Sharon Lafferty watched both of her elderly parents leave their home to access medical support services.
Neither wanted to go, but with the closure of the Elder’s facility in Denı́nu Kų́ę́ – Fort Resolution, Northwest Territories, remaining in the isolated community became unmanageable.
“I think if we cared for them in our community they would not get lonesome. They would have more of their traditional foods, visitors, support from their own caregivers as oppose to having to meet everyone and make new friends,” Lafferty said.
When Lafferty’s mother suffered a stroke she was medevaced to Stanton Territorial Hospital in Yellowknife, where she received care for over a year.

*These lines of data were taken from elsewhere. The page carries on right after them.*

def plan_cascade(
    pedigree: Pedigree,
    statuses: Mapping[str, GenotypeStatus],
    variant_class: str | None,
    on: dt.date,
    guideline: str,
    affected: Mapping[str, str | None] | None = None,
    seen: Iterable[str] = (),
    early_onset_family: bool = False,
    *,
    class_history=None,
    contact_dates: Mapping[str, dt.date | None] | None = None,
    declined_reapproach_months: int | None = None,
    rereview_months: int = DEFAULT_REREVIEW_MONTHS,
) -> CascadePlan:
    """The cascade plan for one pedigree on date ``on`` under ``guideline``.

    ``affected``: person -> latest affected status.  ``seen``: people with any
    study or genetic test on record (for the "contacted but never seen" gap).
    ``early_onset_family``: clinician's judgement that the family has
    early-onset disease (opens testing of younger children under
    ``hrs_2022_testing``).  ``class_history``: the variant's classifications,
    oldest first (``(date, class)`` pairs or objects with ``classified_on`` and
    ``acmg_class``; default: the current class, undated).  ``contact_dates``:
    person -> date of the recorded contact status (the date of a decline).
    ``declined_reapproach_months``: the clinic's policy (None: relatives who
    declined are not re-approached).  ``rereview_months``: the clinic's
    variant re-review interval.
    """
    if guideline not in RULE_SETS:
        raise ValueError(f"unknown guideline rule set {guideline!r}; one of {', '.join(RULE_SETS)}")
    rules = RULE_SETS[guideline]
    affected = dict(affected or {})
    seen = set(seen)
    actionable = variant_class in ACTIONABLE_CLASSES
    people = pedigree.people

    def is_affected(p: str) -> bool:
        return affected.get(p) == "affected"

    def fam(p: str) -> str | None:
        return pedigree.member(p).family

    contact_dates = dict(contact_dates or {})
    history = history_pairs(class_history) if class_history is not None else (
        [(None, variant_class)] if variant_class else [])

    def declined_state(p: str) -> tuple[bool, str]:
        """(re-approach now, words) for a relative who declined."""
        return declined_reapproach(contact_dates.get(p), on, declined_reapproach_months)

    mode = getattr(statuses, "mode", None)

    def not_at_risk(q: str) -> bool:
        """Not at risk from the family variant by pedigree (a sibling of a carrier in whom the
        variant arose anew keeps a small risk from parental germline mosaicism: still at risk)."""
        st = statuses[q]
        if st.status != "not_at_risk":
            return False
        if mode == "de_novo":
            carriers = [c for c in people if statuses[c].status == "carrier"]
            if any(q in pedigree.full_siblings(c) + pedigree.half_siblings(c) for c in carriers):
                return False
        return True

    testing: list[TestingCandidate] = []
    deferred: list[TestingCandidate] = []
    segregation: list[TestingCandidate] = []
    indicated: dict[str, list[tuple[str, str, str]]] = {}  # person -> (category, reason, source)
    released: list[ScreeningCandidate] = []
    notes: list[str] = []

    def indicate(p: str, category: str, reason: str, source: str) -> None:
        indicated.setdefault(p, [])
        if all(c != category for c, _, _ in indicated[p]):
            indicated[p].append((category, reason, source))

    # ---- predictive testing (P/LP families only) ----
    testing_indicated: set[str] = set()
    if actionable:
        for p in people:
            st = statuses[p]
            if not _listable(pedigree, p):
                continue
            obligate = st.status == "carrier" and st.basis == "obligate"
            if st.status != "at_risk_untested" and not obligate:
                continue
            testing_indicated.add(p)
            age = age_for_rules(pedigree, p, on)
            birth = _birth(pedigree, p)
            cand_notes = list(_vital_notes(pedigree, p))
            if age.note:
                cand_notes.append(age.note)
            source = rules.testing_source
            if is_affected(p):
                eligible, words, start = True, "diagnostic: affected, test for the family variant", None
            else:
                eligible, words, start = _testing_recommendation(rules, age, birth, early_onset_family)
            if obligate:
                words = f"confirmatory, optional (common practice): {words}"
            wait_for = None
            if not obligate and not is_affected(p):
                route = stepwise_route(pedigree, statuses, p)
                wait_for = route.first
                if route.deferred:
                    words = f"deferred: offer {route.first} first (stepwise cascade)" + (
                        f"; then {words}" if eligible else f"; {words}")
                    eligible, source = False, f"{rules.testing_source}; {SRC_STEPWISE}"
                    cand_notes.append(route.reason())
                elif route.passed:
                    cand_notes.append(route.reason())
            reapproach = False
            if pedigree.member(p).contact_status == "declined":
                reapproach, said = declined_state(p)
                cand_notes.append(said)
            cand = TestingCandidate(
                person=p,
                family=fam(p),
                probability=st.probability,
                probability_text=probability_text(st.probability),
                age_years=age.years,
                age_note=age.note,
                recommendation=words,
                eligible=eligible,
                eligible_from=start,
                reason=st.reason,
                source=source,
                guideline=guideline,
                notes=tuple(cand_notes),
                wait_for=wait_for,
            )
            if not (_reachable(pedigree, p) or reapproach):
                continue
            (testing if eligible else deferred).append(cand)

    # ---- segregation testing of affected relatives (VUS families) ----
    if variant_class == "uncertain_significance" and rules.segregation_source:
        for p in people:
            st = statuses[p]
            if is_affected(p) and st.tested_result is None and _listable(pedigree, p) and _reachable(pedigree, p):
                segregation.append(
                    TestingCandidate(
                        p, fam(p), None, "", age_for_rules(pedigree, p, on).years, "",
                        "segregation testing of an affected relative for the VUS", True, None,
                        st.reason, rules.segregation_source, guideline, _vital_notes(pedigree, p),
                    )
                )

    # ---- clinical screening ----
    affected_people = [p for p in people if is_affected(p)]
    for a in affected_people:
        sa = statuses[a]
        explained = sa.status in ("carrier", "at_risk_untested")
        for q in pedigree.first_degree_relatives(a):
            if is_affected(q) or not _listable(pedigree, q):
                continue
            sq = statuses[q]
            if actionable and sq.status == "non_carrier" and explained:
                continue  # genotype-negative: released below
            if actionable and explained and not_at_risk(q):
                continue  # married in, other side, below a non-carrier: not at risk, not screened
            if actionable and sa.status == "non_carrier":
                why = (f"first-degree relative of affected {a}, whose disease is not explained by the family "
                       f"variant ({a} tested non-carrier): clinical screening")
            elif actionable and sq.status == "not_at_risk":
                why = (f"first-degree relative of affected {a} ({sq.reason}; untested: screening per the "
                       "first-degree rule)")
            elif actionable:
                why = f"first-degree relative of affected {a}"
            else:
                why = f"first-degree relative of affected {a}: clinical screening only ({sq.reason})"
            indicate(q, "first_degree_of_affected", why, rules.screening_source)
        if rules.second_degree_via_deceased:
            for d in pedigree.first_degree_relatives(a):
                if pedigree.member(d).vital_status != "deceased":
                    continue
                for q in pedigree.first_degree_relatives(d):
                    if q == a or is_affected(q) or not _listable(pedigree, q):
                        continue
                    if pedigree.relationship(a, q).degree != 2:
                        continue
                    if actionable and (statuses[q].status == "non_carrier" or (explained and not_at_risk(q))):
                        continue
                    indicate(q, "second_degree_via_deceased",
                             f"second-degree relative of affected {a} through deceased {d}",
                             rules.second_degree_source)
    if not actionable and affected_people:
        # Without a P/LP variant the genotype predicts nothing, so the recall schedule screens
        # every blood relative of an affected member (family_state.at_risk_by_blood); the plan
        # lists the same people, saying where that goes beyond the guideline's first degree.
        for q in people:
            if q in indicated or is_affected(q) or not _listable(pedigree, q):
                continue
            # the nearest affected member q is related to by blood (an affected partner who married in
            # is no blood relative of the other side of the family)
            related = [(d, a) for a in affected_people if (d := _degree(pedigree, a, q)) is not None]
            if not related:
                continue
            degree, nearest = min(related)
            indicate(q, "blood_relative_of_affected",
                     f"{_ORDINAL.get(degree, 'more distant')}-degree relative of affected "
                     f"{nearest} in a family "
                     "without a P/LP variant: a normal screen of a relative in between does not exclude the "
                     "family's cause (age-related penetrance); screened while the cause is unknown",
                     f"{rules.screening_source}; {SRC_BLOOD_RELATIVES}")
    if actionable:
        for p in people:
            st = statuses[p]
            if is_affected(p) or not _listable(pedigree, p):
                continue
            if st.status == "carrier":
                indicate(p, "carrier_surveillance",
                         f"{st.reason}: genotype-positive, clinical surveillance", rules.screening_source)
            elif st.status == "at_risk_untested":
                indicate(p, "at_risk",
                         f"{st.reason}: clinical screening until tested", rules.screening_source)
            elif st.status == "non_carrier":
                basis = release_basis(history, result_date_for_release(statuses, p))
                relied = basis.words() if basis else ""
                released.append(
                    ScreeningCandidate(
                        p, fam(p), ("genotype_negative",),
                        f"{st.reason}: genotype-negative for the family P/LP variant: discharge from "
                        "screening with advice to return for symptoms or new family data"
                        + (f" ({relied}; a downgrade of the class recalls)" if relied else ""),
                        rules.release_source, guideline, _vital_notes(pedigree, p),
                        basis.released_on if basis else None, relied,
                    )
                )
            elif st.status == "uncertain":
                notes.append(f"{p}: {st.reason}")
    elif variant_class in ("likely_benign", "benign"):
        notes.append(
            "variant classified likely benign/benign: no cascade testing (AHA 3: No Benefit; ESC 2023 III C) [V]"
        )
    elif variant_class == "uncertain_significance":
        notes.append(
            "VUS: no cascade testing (ESC 2023) [V]; testing phenotype-negative relatives to reclassify is of "
            "uncertain value (AHA 2b; HRS 2022) [V]"
        )

    screening: list[ScreeningCandidate] = []
    for p in people:
        if p not in indicated or not _reachable(pedigree, p):
            continue
        items = indicated[p]
        screening.append(
            ScreeningCandidate(
                p, fam(p), tuple(c for c, _, _ in items), "; ".join(r for _, r, _ in items),
                "; ".join(dict.fromkeys(s for _, _, s in items)), guideline, _vital_notes(pedigree, p),
            )
        )

    # ---- gaps: anyone indicated for testing or screening ----
    gaps: list[Gap] = []
    for p in people:
        if p not in indicated and p not in testing_indicated:
            continue
        contact = pedigree.member(p).contact_status
        if contact == "not_contacted":
            gaps.append(Gap(fam(p), p, "never_contacted", "indicated for testing or screening, never contacted"))
        elif contact == "contactable" and p not in seen:
            gaps.append(Gap(fam(p), p, "contacted_not_seen",
                            "contacted (contactable) but no study or genetic test on record"))
        elif contact == "lost_to_follow_up":
            gaps.append(Gap(fam(p), p, "lost_to_follow_up", "lost to follow-up: consider another route of contact"))
        elif contact == "declined":
            gaps.append(Gap(fam(p), p, "declined", f"{declined_state(p)[1]}: listed for the record, not recalled"))

    rereview = None
    if history and history[-1][0] is not None:
        when, cls = history[-1]
        rereview = rereview_reminder(cls, when, on, rereview_months, family=pedigree.member(people[0]).family)
        if rereview is not None:
            notes.append(f"re-review reminder: {rereview.text} ({rereview.source})")

    return CascadePlan(
        guideline=guideline,
        variant_class=variant_class,
        on=on,
        testing=tuple(testing),
        deferred=tuple(deferred),
        segregation=tuple(segregation),
        screening=tuple(screening),
        released=tuple(released),
        gaps=tuple(gaps),
        notes=tuple(notes),
        rereview=rereview,
    )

Her husband was left behind.
“At that age separating her from my Dad affected his health. He was a diabetic and he stopped caring for his health. He was so lonesome caring for my mum,” Lafferty said.
Her 87-year-old father also moved to the next community over in Hay River, but it wasn’t smooth sailing.
“When he was at medical appointments, they (health practitioners) were wondering why he wasn’t talking. He has to have a boogie board where he writes things down to talk to him and then he will verbally talk back, but they didn’t know he was deaf.
“There was no communication between facilities,” she said.
The Elder’s Facility closed a decade ago due to funding cuts from the Territorial government.
It sits partially occupied by government offices.
Across the road, Mavis Klause, Sharon’s cousin packs up her house.
Medical travel has become unbearable for the 71-year-old.
“I have never seen the same doctor twice in five years. You don’t go see a doctor because you want to. The nurse will tell you when to see the doctor,” Klause said.
(Sharon Lafferty, middle, sitting with her cousins. On the right is Mavis Klause)
She said she has waited over two years to see a foot specialist for her diabetes.
More accessible healthcare was not the only reason in her decision to move.
Klause also cited fear of crime as another motivator and said that her doors must be locked because of a nearby bootlegger.
Two doors down Howard Beaulieu has a similar story.
Lafferty introduced us to him and acted as an interpreter.
Beaulieu lives alone and has limited mobility after suffering a stroke some years ago.
“When Howard wanted to raise his concerns over the crime around his house. I went over and told the personal support workers. I was told he would have to call housing and then they would have to call the RCMP.,” Lafferty said.
Howard expressed his frustration over having to contact different agencies over the phone with his limited speech.
“If something were to happen how could he communicate this to the RCMP going through a Yellowknife detachment and them not being able to understand his English because of his paralysis. You have to know him for a while to understand his English,” Lafferty said.
In the old Elder’s facility residents were able to press a button to access either a secretary or security.
When Beaulieu hit his head two weeks ago, he said there was no one to call over the weekend.
“Ten days later he says his head is still sore. I am wondering when they brought him to the nursing station, did the nurse tell his personal support worker to follow up if he had soreness or dizziness,” Lafferty said.
In the fall of 2018, a petition prompted by the Band Office circulated in the community.
It called on the NWT Health Minister to reopen the Elder’s Facility and received over 100 signatures.
The local MLA read the petition in the Legislative Assembly, but there has been no public discussion since.
APTN News, contacted the NWT’s Health and Social Services Authority but were unable to receive an interview in time for this article.
Lafferty, Klause and Bealieu all signed the petition, but whether or not any of them will live in the community long enough to see a positive change remains unknown.